(Collected data entries)

##########

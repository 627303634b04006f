"""Platinum RTD model against IEC 60751."""

from __future__ import annotations

import numpy as np
import pytest

from rig.errors import RigError
from rig.models import PT100, PT1000, ModelInputError, Rtd, ToleranceClass, tolerance_c

# (temp_c, table value to 0.01 ohm, value recomputed to 0.0001 ohm)
# Source: IEC 60751 table; recomputed from the coefficients (SOURCES.md).
PT100_TABLE = [
    (-100.0, 60.26, 60.2558),
    (0.0, 100.00, 100.0000),
    (100.0, 138.51, 138.5055),
    (200.0, 175.86, 175.8560),
]


@pytest.mark.parametrize(("temp_c", "table_ohm", "exact_ohm"), PT100_TABLE)
def test_pt100_forward_matches_iec_table(temp_c: float, table_ohm: float, exact_ohm: float) -> None:
    r = PT100.r_at(temp_c)
    # IEC 60751 table; recomputed from the coefficients: rounds to the table's 0.01 ohm
    assert round(r, 2) == pytest.approx(table_ohm, abs=1e-9)
    assert r == pytest.approx(exact_ohm, abs=1e-4)


@pytest.mark.parametrize(("temp_c", "table_ohm", "exact_ohm"), PT100_TABLE)
def test_pt100_inverse_matches_iec_table(temp_c: float, table_ohm: float, exact_ohm: float) -> None:
    # IEC 60751 table; recomputed from the coefficients: inverse to 0.001 degC
    assert PT100.t_at(exact_ohm) == pytest.approx(temp_c, abs=1e-3)
    # the 0.01 ohm table value itself, one rounding step away: within 0.015 degC at 0.39 ohm/K
    assert PT100.t_at(table_ohm) == pytest.approx(temp_c, abs=0.015)


@pytest.mark.parametrize(("temp_c", "table_ohm", "exact_ohm"), PT100_TABLE)
def test_pt1000_is_ten_times_pt100(temp_c: float, table_ohm: float, exact_ohm: float) -> None:
    # IEC 60751: the same curve scaled by R0 = 1000 ohm; recomputed from the coefficients
    assert PT1000.r_at(temp_c) == pytest.approx(10.0 * exact_ohm, abs=1e-3)
    assert PT1000.t_at(10.0 * exact_ohm) == pytest.approx(temp_c, abs=1e-3)


def test_round_trip_over_the_whole_standard_span() -> None:
    # IEC 60751 defines the curve from -200 to 850 degC; the inverse must undo the forward on
    # both sides of 0 degC (closed form above, Newton below)
    t = np.linspace(-200.0, 850.0, 2101)
    back = PT100.t_at(PT100.r_at(t))
    assert isinstance(back, np.ndarray) and back.shape == t.shape
    np.testing.assert_allclose(back, t, atol=1e-9)


def test_c_term_acts_only_below_zero() -> None:
    # IEC 60751: C used only below 0 degC; the quadratic alone above
    a, b, c = 3.9083e-3, -5.775e-7, -4.183e-12
    t = -150.0
    assert PT100.r_at(t) == pytest.approx(100 * (1 + a * t + b * t**2 + c * (t - 100) * t**3))
    t = 300.0
    assert PT100.r_at(t) == pytest.approx(100 * (1 + a * t + b * t**2))


@pytest.mark.parametrize("temp_c", [-180.0, -50.0, -0.5, 0.5, 150.0, 600.0])
def test_slope_against_numerical_derivative(temp_c: float) -> None:
    # central difference of the forward curve: an independent check of dr_dt
    h = 1e-4
    numeric = (PT100.r_at(temp_c + h) - PT100.r_at(temp_c - h)) / (2 * h)
    assert PT100.dr_dt(temp_c) == pytest.approx(numeric, rel=1e-7)


@pytest.mark.parametrize(
    ("cls", "temp_c", "expected"),
    [
        # IEC 60751: AA +-(0.10 + 0.0017|t|), A +-(0.15 + 0.002|t|), B +-(0.30 + 0.005|t|)
        ("AA", 0.0, 0.10),
        ("AA", 100.0, 0.27),
        ("A", 0.0, 0.15),
        ("A", -100.0, 0.35),
        ("A", 200.0, 0.55),
        ("B", 0.0, 0.30),
        ("B", 100.0, 0.80),
        ("B", -196.0, 1.28),
    ],
)
def test_class_tolerances(cls: ToleranceClass, temp_c: float, expected: float) -> None:
    assert tolerance_c(temp_c, cls) == pytest.approx(expected, abs=1e-12)
    assert PT100.tolerance_c(temp_c, cls) == pytest.approx(expected, abs=1e-12)


def test_tolerance_vectorised() -> None:
    # IEC 60751 class A at -100, 0, 100 degC
    out = tolerance_c(np.array([-100.0, 0.0, 100.0]), "A")
    np.testing.assert_allclose(out, [0.35, 0.15, 0.35])


def test_unknown_class_is_a_clear_error() -> None:
    with pytest.raises(ModelInputError, match=r"'C'.*AA, A, B"):
        tolerance_c(20.0, "C")  # type: ignore[arg-type]


@pytest.mark.parametrize("temp_c", [-200.1, 850.5, float("nan")])
def test_temperature_outside_standard_is_refused(temp_c: float) -> None:
    with pytest.raises(ModelInputError, match="outside the valid range -200 to 850 degC"):
        PT100.r_at(temp_c)


@pytest.mark.parametrize("r_ohm", [10.0, 500.0, -1.0])
def test_resistance_outside_standard_is_refused(r_ohm: float) -> None:
    with pytest.raises(ModelInputError, match="r_ohm"):
        PT100.t_at(r_ohm)


def test_bad_parameters_are_rig_errors_and_value_errors() -> None:
    with pytest.raises(ValueError, match="r0_ohm must be greater than zero"):
        Rtd(r0_ohm=0.0)
    with pytest.raises(RigError):
        Rtd(r0_ohm=-100.0)


def test_float_in_float_out() -> None:
    assert type(PT100.r_at(25.0)) is float
    assert type(PT100.t_at(110.0)) is float


@pytest.mark.parametrize(("temp_c", "cls", "sign"), [(-200.0, "A", -1.0), (850.0, "B", 1.0)])
def test_element_at_a_span_end_may_deviate_past_it_by_its_class(
    temp_c: float, cls: ToleranceClass, sign: float
) -> None:
    # IEC 60751 states a class tolerance as a deviation in degC from the curve: an element at
    # -200 degC (class A: 0.55 degC) or 850 degC (class B: 4.55 degC) reads as the curve just past
    # the span.  The value is the Callendar-Van Dusen polynomial with the IEC 60751 coefficients
    # at temp + deviation, recomputed here; the element's own temperature stays inside the span.
    a, b, c = 3.9083e-3, -5.775e-7, -4.183e-12
    dev = sign * tolerance_c(temp_c, cls)
    t = temp_c + dev
    expected = 100 * (1 + a * t + b * t**2 + (c * (t - 100) * t**3 if t < 0 else 0.0))
    got = PT100.r_of_element(np.array([temp_c]), np.array([dev]))
    np.testing.assert_allclose(got, [expected], rtol=1e-12)
    with pytest.raises(ModelInputError, match="outside the valid range -200 to 850 degC"):
        PT100.r_of_element(np.array([temp_c + sign * 0.01]), np.array([0.0]))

##########

• What is expected:
Count the lines in the entries above where the string "RigError" shows up, and give that number only.

• Final answer:
2